Attention is restricted to fully Gaussian latent trait models--that is, here (1) the latent trait is assumed to have a normal (or, for multiple latent traits, a multivariate normal) distribution; and (2) response functions are modeled as normal-ogives (normal cumulative distribution functions; this assumption follows from the assumption of normally distributed measurement error). The methods described here, though, are applicable to other types of latent trait models, such as those based on logistic ogive assumptions.
We consider here only dichotomous data, but the principles easily generalize to EAP estimation of latent trait scores for ordered-category data (for an example of this in the unidimensional case, see Uebersax, 1993).
The methods here apply regardless of how the latent trait model is estimated. The latent trait model can be estimated by full-information maximum likelihood (FIML) estimation (e.g., using the TESTFACT program, or, for unidimensional models, some of the programs available on these web pages), but that is not necessary. As already described, one can also estimate a fully Gaussian latent trait model by the heuristic method of factoring tetrachoric correlations; EAP estimation can be used in this case as well.
EAP or Expected A Posteriori estimation derives from Bayesian statistical principles. The concept is not remote or difficult to understand. Rather, EAP estimation is a very common-sense and easily accessible method. We will present its derivation in Bayesian terms. However, we will see that the result is rather obvious.
The term "a posteriori" derives from the Bayesian concept of a posterior probability. In this context it refers to a posterior probability distribution of latent trait scores--specifically, the predicted distribution of scores for a given case given (a) the response pattern of that case, and (b) the estimated model parameters. The term "expected" derives from the concept of an expected value. Thus an "expected a posteriori" estimate refers to the expected value of the posterior probability distribution of latent trait scores for a given case.
We begin with a simple formula that applies Bayes' rule:
and summation takes place across all values of T. In theory, this would be shown by an integral sign, since T is continuous; however, in practice, we will inevitably perform integrations approximately--by summing--so it is not misleading to show SUM here
Pr(T) Pr(X|T, pi) Pr(T|X, pi) = --------------------- (1) SUM Pr(T) Pr(X|T, pi)
where: T is the score of a case relative to the latent trait; Pr(T) is the prior probability that the case has latent trait level T; this corresponds to our "belief" about the distribution of T *before* we consider any information about the particular case (e.g., the response pattern of the case). X (a vector) is the pattern of responses of the case across the manifest variables; pi is the vector of estimated model parameters (i.e., latent correlation and threshold parameters);
The meaning of Equation (1) is as follows. The term on the left side is the probability that a case has latent trait level T, given the case's particular observed pattern of responses, X, and the parameter estimates for the model, pi. There is a value of this probability associated with every possible value of T (often one considers every possible value of T from -3 to 3, assuming that the latent trait has a standard deviation of 1 and a mean of 0).

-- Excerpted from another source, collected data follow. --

def _write_dicom(source, item, staging: Path, choice: Choice) -> dict:
    from simbench.export.dicom import SeriesIdentity, synthetic_uid, write_dicom_series

    image = _image(source, item)
    digest = source.digest
    step = 1.0 if choice.hu_step is None else float(choice.hu_step)
    sha = source.sha256(item.files["image"])
    # one study (one phantom) per run, scan or reconstruction, one per sample of a dataset
    patient = digest if item.sample is None else f"{digest}:{item.sample}"
    study = synthetic_uid("simbench export", "study", patient)
    number = 1 + [i.name for i in source.items if "image" in i.files and
                  i.role != "truth labels"].index(item.name)
    date, clock = _dicom_datetime(source.written)
    names = source.names
    description = ("truth" if item.role == "truth image" else item.title)
    identity = SeriesIdentity(
        study_uid=study,
        series_uid=synthetic_uid("simbench export", "series", digest, item.name, sha,
                                 repr(step), str(choice.hu_step is not None)),
        frame_of_reference_uid=synthetic_uid("simbench export", "frame of reference", patient),
        patient_id=f"SIMBENCH-{digest[:12]}" + ("" if item.sample is None
                                                else f"-{item.sample}"),
        series_number=number,
        series_description=_text(description),
        study_description=_text(" ".join(p for p in (names.get("scenario"), names.get("phantom"))
                                         if p) or f"simbench {source.kind}"),
        date=date, time=clock, manufacturer_model=_text(names.get("scanner", "")),
        kernel=_text(item.algorithm))
    folder = _target(staging, item.name)
    folder.mkdir(exist_ok=True)
    sid = sdd = None
    if source.kind in ("run", "dataset"):
        try:
            from simbench.export.nxtomo import geometry_numbers

            numbers = geometry_numbers(source.poses())
            sid, sdd = numbers["sid_mm"], numbers["sdd_mm"]
        except InputError:
            pass  # distances are optional (DICOM type 3)
    info = write_dicom_series(folder, image, source.grid, mu_water=source.mu_water,
                              mu_air=source.mu_air, identity=identity, hu_step=step,
                              step_given=choice.hu_step is not None, sid_mm=sid, sdd_mm=sdd)
    rel = folder.relative_to(staging).as_posix()
    return {"files": [f"{rel}/{name}" for name in info["files"]],
            "rescale_slope": info["rescale_slope"],
            "rescale_intercept": info["rescale_intercept"],
            "hu_range_of_float_image": [round(v, 3) for v in info["hu_range"]],
            "study_instance_uid": identity.study_uid,
            "series_instance_uid": identity.series_uid,
            "frame_of_reference_uid": identity.frame_of_reference_uid,
            "series_number": number}
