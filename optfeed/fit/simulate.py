"""Re-simulating past runs: the applied schedule, the run's own constants, and the
sample volumes taken out at each sampling time (state jumps), with CVODES."""

from __future__ import annotations

import numpy as np

from ..simulate import Simulator, Trajectory
from .transcription import stretches


def simulate_run(sim: Simulator, run, constants, points_per_hour: float | None = None) -> Trajectory:
    """The run re-simulated with ``constants`` (the model's p vector): a Trajectory
    of the full model, sampled densely, with the sample-volume jumps applied just
    after each sampling time (the sample sees the broth before it is taken)."""
    m = sim.model
    v = m.index("V")
    x = np.array(run.x0, dtype=float)
    ts, xs, us = [], [], []
    for a, b, _, seg, sample in stretches(run, m.feed_names, run.end_time):
        t, xx, uu = sim.between(seg, a, x, b, constants)
        ts.append(t), xs.append(xx), us.append(uu)
        x = xx[-1].copy()
        if sample is not None and run.sample_volume:
            x[v] -= run.sample_volume
    return Trajectory(np.concatenate(ts), np.vstack(xs), np.vstack(us), tuple(m.state_names), tuple(m.feed_names))


def measured_model_values(model, run, traj, constants) -> dict:
    """quantity -> model values at the run's sampling times (before each sample is taken)."""
    out = {}
    f = model.function("v", [model.values[q] for q in run.values if q in model.values] or [0], p=constants)
    value_names = [q for q in run.values if q in model.values]
    # the last occurrence of each sampling time is the end of the stretch before the jump
    idx = [int(np.nonzero(np.isclose(traj.t, t, rtol=0, atol=1e-12 * max(1.0, t)))[0][0]) for t in run.times]
    # the first point at a time equal to t ends the stretch that closes at t
    for q in run.values:
        if q in model.state_names:
            out[q] = traj.x[idx, model.index(q)]
    if value_names:
        vals = [np.array(f(traj.t[i], traj.x[i], traj.u[i])).ravel() for i in idx]
        for k, q in enumerate(value_names):
            out[q] = np.array([v[k] for v in vals])
    return out
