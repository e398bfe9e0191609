"""Calibrating a problem's parameters against past runs (``optfeed fit``).

* :mod:`.runs` reads and checks a runs file and its data;
* :mod:`.transcription` is the calibration NLP (collocation blocks per run, sharing
  the estimated parameters);
* :mod:`.simulate` re-simulates runs with their sample volumes;
* :mod:`.statistics` turns residuals and sensitivities into intervals and verdicts;
* :mod:`.job` is the job, :func:`fit`.
"""

from .job import FitResult, fit
from .runs import Runs, load_runs

__all__ = ["fit", "FitResult", "load_runs", "Runs"]
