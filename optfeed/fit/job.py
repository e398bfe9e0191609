"""The fit job: calibrate a problem's parameters against past runs.

1. Guesses: the given start, then ``starts - 1`` Latin-hypercube points within the
   bounds (log-spaced where a bound spans a decade or more). Each NLP starts from
   the guess's course pinned to the data at every sample
   (:func:`.simulate.anchored_run`); a guess that cannot be simulated starts with
   its measured states at the data and the others from the first guess's course
   (see :meth:`.transcription.FitNLP.pack`).
2. Every run is transcribed by the collocation blocks of :mod:`.transcription`, all in
   one NLP sharing the estimated parameters (the simultaneous approach), and solved
   with IPOPT from each start. A solve that stops with a finite answer short of
   IPOPT's convergence test goes on to the polish, which judges it.
3. The best answer is polished on the runs' exact re-simulation by Levenberg-Marquardt
   steps whose Jacobian comes from the CVODES sensitivity equations: this removes what
   remains of the collocation error, so the estimates are those of the model, not of
   its discretisation. The residuals reported are the re-simulation's, as optimize
   verifies its answers. The fit is 'fitted' when the polish ends at a stationary
   point of the re-simulated weighted least squares.
4. The statistics of :mod:`.statistics` from the exact Jacobian: covariance,
   intervals, correlation, identifiability, goodness of fit; profile likelihood
   intervals on request (each point re-estimates the other parameters on the
   re-simulated runs).
"""

from __future__ import annotations

import time
from dataclasses import dataclass, field

import numpy as np

from .. import status as st
from ..errors import SimulationError
from ..problem.dotted import as_problem
from ..provenance import problem_digest, stamp
from ..simulate import Simulator
from ..solve import interrupt_guard, interrupted, solve
from ..units import factor_to
from .runs import Runs, fit_model, load_runs, require_one_phase
from .simulate import Sampler, anchored_run, simulate_run
from .statistics import Statistics, identifiability_words, uncertainty, verdict
from .transcription import get_fit_nlp, measurements

FITTED, NOT_CONVERGED, FAILED = st.FITTED, st.NOT_CONVERGED, st.FAILED
ELEMENTS_PER_RUN = 100    # collocation elements across a run (at least one per stretch)
NLP_TOLERANCE = 1e-8
POLISH_ITERATIONS = 60
ROUGH_TOLERANCE = 1e-6   # relative tolerance of the integrator that makes the NLP's initial courses
STATIONARY = 1e-9         # the polish ends when a Gauss-Newton step would gain less than this (relative chi-square)
# The re-simulation's own noise in chi-square, relative: CVODES (rtol 1e-10) takes
# other steps at neighbouring parameters, and chi-square moves by 3e-11 to 3e-9 of
# itself (standard deviation; at most 1e-7) beyond its smooth change, measured on
# the benchmark's designs at 1e-5 standard errors from the estimates. The polish
# may end on a step where the Gauss-Newton step's gain, the step's predicted change
# and its actual change all lie within it (see `polish`). 1e-8: above the spread of
# most draws and below the largest jumps; where the Gauss-Newton gain is below it,
# the optimum is within about 1e-4 of a standard error (the square root of 1e-8
# times chi-square, in units where a standard error raises chi-square by one).
NOISE = 1e-8


@dataclass(frozen=True)
class Estimate:
    """One estimated parameter; every value (plain floats) in ``unit``, the problem
    file's own (or the runs file's where the problem wrote none).

    value, se : the estimate and its standard error; ci_low, ci_high : its 95 %
    confidence interval (t distribution); start, lower, upper : its start and bounds;
    profile_low, profile_high : the 95 % profile likelihood interval (None when not
    computed, or when the profile does not cross the threshold within the bounds).
    """

    name: str
    unit: str
    value: float
    se: float
    ci_low: float
    ci_high: float
    start: float
    lower: float
    upper: float
    profile_low: float | None = None
    profile_high: float | None = None


@dataclass(frozen=True)
class FitResult:
    """What ``optfeed fit`` found.

    Attributes
    ----------
    status : str
        'fitted' (the re-simulated weighted least squares is at a stationary point),
        'not converged' (no start gave an answer, or the polish did not settle), or
        'failed' (no guess could even be simulated).
    message : str
    problem : Problem
    runs : Runs
    estimates : tuple of Estimate
    statistics : Statistics or None
        Internal units; see :mod:`optfeed.fit.statistics`.
    verdict : str
        Goodness of fit in words.
    flags : tuple of str
        Identifiability warnings (and other cautions about the fit) in words.
    residuals : list of dict
        Per run and quantity: the unit it is shown in, count, mean and RMS of the
        weighted residuals (from the re-simulation), and the times (h), measured and
        fitted values and sigma (internal units).
    trajectories : list
        Per run, the re-simulated Trajectory at the estimates.
    starts : list of dict
        Every start: where it came from, its guess, status, chi-square, iterations.
    spread : float or None
        Relative spread of chi-square over the converged starts.
    nlp_chi2, chi2 : float
        Chi-square of the NLP answer and of the polished, re-simulated one.
    seconds : float
    record : dict
    """

    status: str
    message: str
    problem: object
    runs: Runs
    estimates: tuple
    statistics: Statistics | None
    verdict: str
    flags: tuple
    residuals: list = field(default_factory=list)
    trajectories: list = field(default_factory=list, repr=False)
    starts: list = field(default_factory=list)
    spread: float | None = None
    nlp_chi2: float | None = None
    chi2: float | None = None
    seconds: float = 0.0
    record: dict = field(default_factory=dict)

    @property
    def exit_code(self) -> int:
        return st.exit_code(self.status)

    @property
    def values(self) -> dict:
        """name -> estimate (in its unit)."""
        return {e.name: e.value for e in self.estimates}

    def __repr__(self) -> str:
        est = ", ".join(f"{e.name}={e.value:.4g}±{e.se:.2g} {e.unit}".rstrip() for e in self.estimates)
        return f"FitResult({self.status!r}, {est}; {len(self.runs.runs)} run(s))"
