Measurement error: the standard deviation of a measured value y is
sqrt(absolute^2 + (relative * y)^2). Defaults: absolute 2 % of the largest value of
that quantity over all runs, relative 5 %.
"""

from __future__ import annotations

import difflib
import math
from dataclasses import dataclass, field
from pathlib import Path

import numpy as np

from ..csvfile import header_cell, read_table, unit_factor
from ..errors import InputError, Issue
from ..model import Model, build_model, composition_name
from ..paths import inside
from ..problem.yamlio import key_text, read_yaml
from ..schedule import Schedule, load_schedule, piecewise_constant
from ..units import describe, factor_to, parse_quantity, to_internal, written_unit

DEFAULT_ABSOLUTE = 0.02  # of the largest measured value of the quantity
DEFAULT_RELATIVE = 0.05
DEFAULT_STARTS = 4  # as optimize's solver.starts; each start is one NLP solve
MAX_RUNS = 200
_KEYS = {"estimate", "errors", "error_model", "starts", "seed", "runs", "description"}
_RUN_KEYS = {"name", "data", "schedule", "initial", "parameters", "feeds", "sample_volume", "end_time"}


@dataclass(frozen=True)
class Estimate:
    """A parameter to estimate: bounds and start, internal units; ``unit`` as written."""

    name: str
    lower: float
    upper: float
    start: float
    unit: str


@dataclass(frozen=True)
class ErrorModel:
    """Standard deviation of a measured value y: sqrt(absolute^2 + (relative*y)^2),
    internal units; ``given`` says whether the runs file stated it."""

    absolute: float
    relative: float
    given: bool


@dataclass(frozen=True)
class Run:
    """One past run, in internal units.

    times : (n,) sampling times, h (above 0, increasing)
    values : dict quantity -> (n,) measured values, NaN where not taken
    units : dict quantity -> unit written in the data file
    x0 : initial state, in the layout of the fit's model (:func:`fit_model`)
    constants : the model's constant vector for this run
    schedule : the applied schedule (pumps off for a batch)
    sample_volume : L taken out at each sampling time
    end_time : h
    """

    name: str
    data_file: str
    times: np.ndarray
    values: dict
    units: dict
    x0: np.ndarray
    constants: np.ndarray
    schedule: Schedule
    sample_volume: float
    end_time: float


@dataclass(frozen=True)
class Runs:
    """A checked runs file."""

    source: str
    estimates: tuple
    errors: dict  # quantity -> ErrorModel
    trusted: bool
    starts: int
    seed: int
    runs: tuple
    quantities: tuple  # every measured quantity, in first-seen order
    data: dict = field(repr=False, default_factory=dict)

    @property
    def n_samples(self) -> int:
        return int(sum(np.isfinite(v).sum() for r in self.runs for v in r.values.values()))


def measurable(model: Model) -> dict:
    """Quantities a data column may name -> their internal dimension text source:
    species (their unit), 'V', named rates, OUR and heat_load."""
    p = model.problem
    out = {s.name: ("species", s.unit) for s in p.species}
    out["V"] = ("volume", p.vessel.unit)
    for name in model.values:
        if name not in ("F_total",):
            out.setdefault(name, ("value", None))
    return out


def require_one_phase(problem) -> None:
    """Bad input: a fit models every run as one phase with no additions (its NLP and
    its re-simulations know neither a phase's own model nor a bolus)."""
    for key in ("phases", "additions"):
        if getattr(problem, key):
            try:
                line = read_yaml(problem.source)[1].own((key,))
            except (InputError, OSError):
                line = None
            raise InputError.one(problem.source, line, key,
                                 f"optfeed fit models each run as one phase without additions; the problem's "
                                 f"'{key}' would be left out of the fit: fit a problem file without them")
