@dataclass(frozen=True)
class FitResult:
    """What ``optfeed fit`` found.

    Attributes
    ----------
    status : str
        'fitted' (converged and polished on the re-simulation), 'not converged', or
        'failed'.
    message : str
    problem : Problem
    runs : Runs
    estimates : tuple of Estimate
    statistics : Statistics or None
        Internal units; see :mod:`optfeed.fit.statistics`.
    verdict : str
        Goodness of fit in words.
    flags : tuple of str
        Identifiability warnings in words.
    residuals : list of dict
        Per run and quantity: count, mean and RMS of the weighted residuals (from the
        re-simulation), and the measured and fitted values.
    trajectories : list
        Per run, the re-simulated Trajectory at the estimates.
    starts : list of dict
        Every start: its guess, status, objective (chi-square), iterations.
    spread : float or None
        Relative spread of chi-square over converged starts.
    nlp_chi2, chi2 : float
        Chi-square of the NLP answer and of the polished, re-simulated one.
    seconds : float
    record : dict
    """

    status: str
    message: str
    problem: object
    runs: Runs
    estimates: tuple
    statistics: Statistics | None
    verdict: str
    flags: tuple
    residuals: list = field(default_factory=list)
    trajectories: list = field(default_factory=list, repr=False)
    starts: list = field(default_factory=list)
    spread: float | None = None
    nlp_chi2: float | None = None
    chi2: float | None = None
    seconds: float = 0.0
    record: dict = field(default_factory=dict)

    @property
    def exit_code(self) -> int:
        return st.EXIT_OK if self.status == FITTED else (st.EXIT_FAILED if self.status == "failed" else st.EXIT_NOT_OK)

    def __repr__(self) -> str:
        est = ", ".join(f"{e.name}={e.value:.4g}±{e.se:.2g} {e.unit}".rstrip() for e in self.estimates)
        return f"FitResult({self.status!r}, {est}; {len(self.runs.runs)} run(s))"


class _Fitter:
    """The pieces every stage of one fit shares."""

    def __init__(self, problem, runs: Runs):
        self.problem, self.runs = problem, runs
        self.model = build_model(problem)
        self.sim = Simulator(self.model)
        self.names = [e.name for e in runs.estimates]
        self.index = [self.model.constant_index(n) for n in self.names]
        self.lower = np.array([e.lower for e in runs.estimates])
        self.upper = np.array([e.upper for e in runs.estimates])
        self.start = np.array([e.start for e in runs.estimates])
        self.scale = np.maximum(np.abs(self.start), 1e-12)

    def sigma(self, quantity, y):
        e = self.runs.errors[quantity]
        return np.sqrt(e.absolute ** 2 + (e.relative * np.asarray(y, dtype=float)) ** 2)

    def constants(self, run, theta):
        c = np.array(run.constants, dtype=float)
        c[self.index] = theta
        return c

    def simulate(self, theta):
        return [simulate_run(self.sim, run, self.constants(run, theta)) for run in self.runs.runs]

    def residuals(self, theta, trajectories=None):
        """Weighted residuals of the exact re-simulation at ``theta``, in the order
        the NLP measures them (run, sampling time, quantity)."""
        trajectories = trajectories or self.simulate(theta)
        out = []
        for run, traj in zip(self.runs.runs, trajectories):
            values = measured_model_values(self.model, run, traj, self.constants(run, theta))
            for k in range(len(run.times)):
                for q, y in run.values.items():
                    if np.isfinite(y[k]):
                        out.append((values[q][k] - y[k]) / float(self.sigma(q, [y[k]])[0]))
        return np.array(out)

    def jacobian(self, theta):
        """Central differences of the re-simulated weighted residuals."""
        cols = []
        for j in range(len(theta)):
            h = FD_STEP * max(abs(theta[j]), self.scale[j])
            up, down = theta.copy(), theta.copy()
            up[j] = min(theta[j] + h, self.upper[j])
            down[j] = max(theta[j] - h, self.lower[j])
            cols.append((self.residuals(up) - self.residuals(down)) / (up[j] - down[j]))
        return np.column_stack(cols)

    def guesses(self):
        """The given start, then Latin-hypercube points within the bounds."""
        k = self.runs.starts - 1
        out = [self.start.copy()]
        if k <= 0:
            return out
        rng = np.random.default_rng(self.runs.seed)
        u = (np.array([rng.permutation(k) for _ in self.names]).T + rng.uniform(size=(k, len(self.names)))) / k
        log = (self.lower > 0) & (self.upper / np.where(self.lower > 0, self.lower, 1.0) >= 10)
        lo = np.where(log, np.log(np.where(self.lower > 0, self.lower, 1.0)), self.lower)
        hi = np.where(log, np.log(np.where(self.upper > 0, self.upper, 1.0)), self.upper)
        for row in u:
            v = lo + row * (hi - lo)
            out.append(np.where(log, np.exp(v), v))
        return out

The set of all values for T and the associated probabilities Pr(T|X, pi) define the posterior probability distribution of T for a case. Such a distribution is illustrated by Figure 1.
Recall that in Eq. (1), Pr(T) refers to the prior probability distribution for the latent trait level of any given case. We will adopt a "subjective Bayes" view here (the particular version of "Bayesianism" one adopts makes little practical difference here). That is, we view the prior distribution as representing our prior belief about the distribution of a given case's level of T, before we consider the case's responses.
Pr(T|X, pi)) | | | .. | . . | . . | . . | . . | . . | . . | . . | . . . . . . . . . . . . . . . +----+-----+-----+-----+-----+-----+-----+-----+-----+-----+----+----+ -3 -2 -1 0 1 2 3 Latent Trait Level (T)
Figure 1 (draft). Distribution of the posterior probability of latent trait level T given estimated model parameters pi and a case with response pattern X.
The obvious choice for the prior distribution of T is the distribution chosen in the process of estimating model parameters. If parameters are estimated via FIML estimation with an assumed normal (or multivariate normal) distribution for T, then that is the logical form of the prior distribution of T. If parameters are estimated by factoring tetrachoric correlations, that again supposes a normal (for a 1-factor model; or multivariate normal for a multifactor model) distribution, which is again the logical choice for the prior distribution of T.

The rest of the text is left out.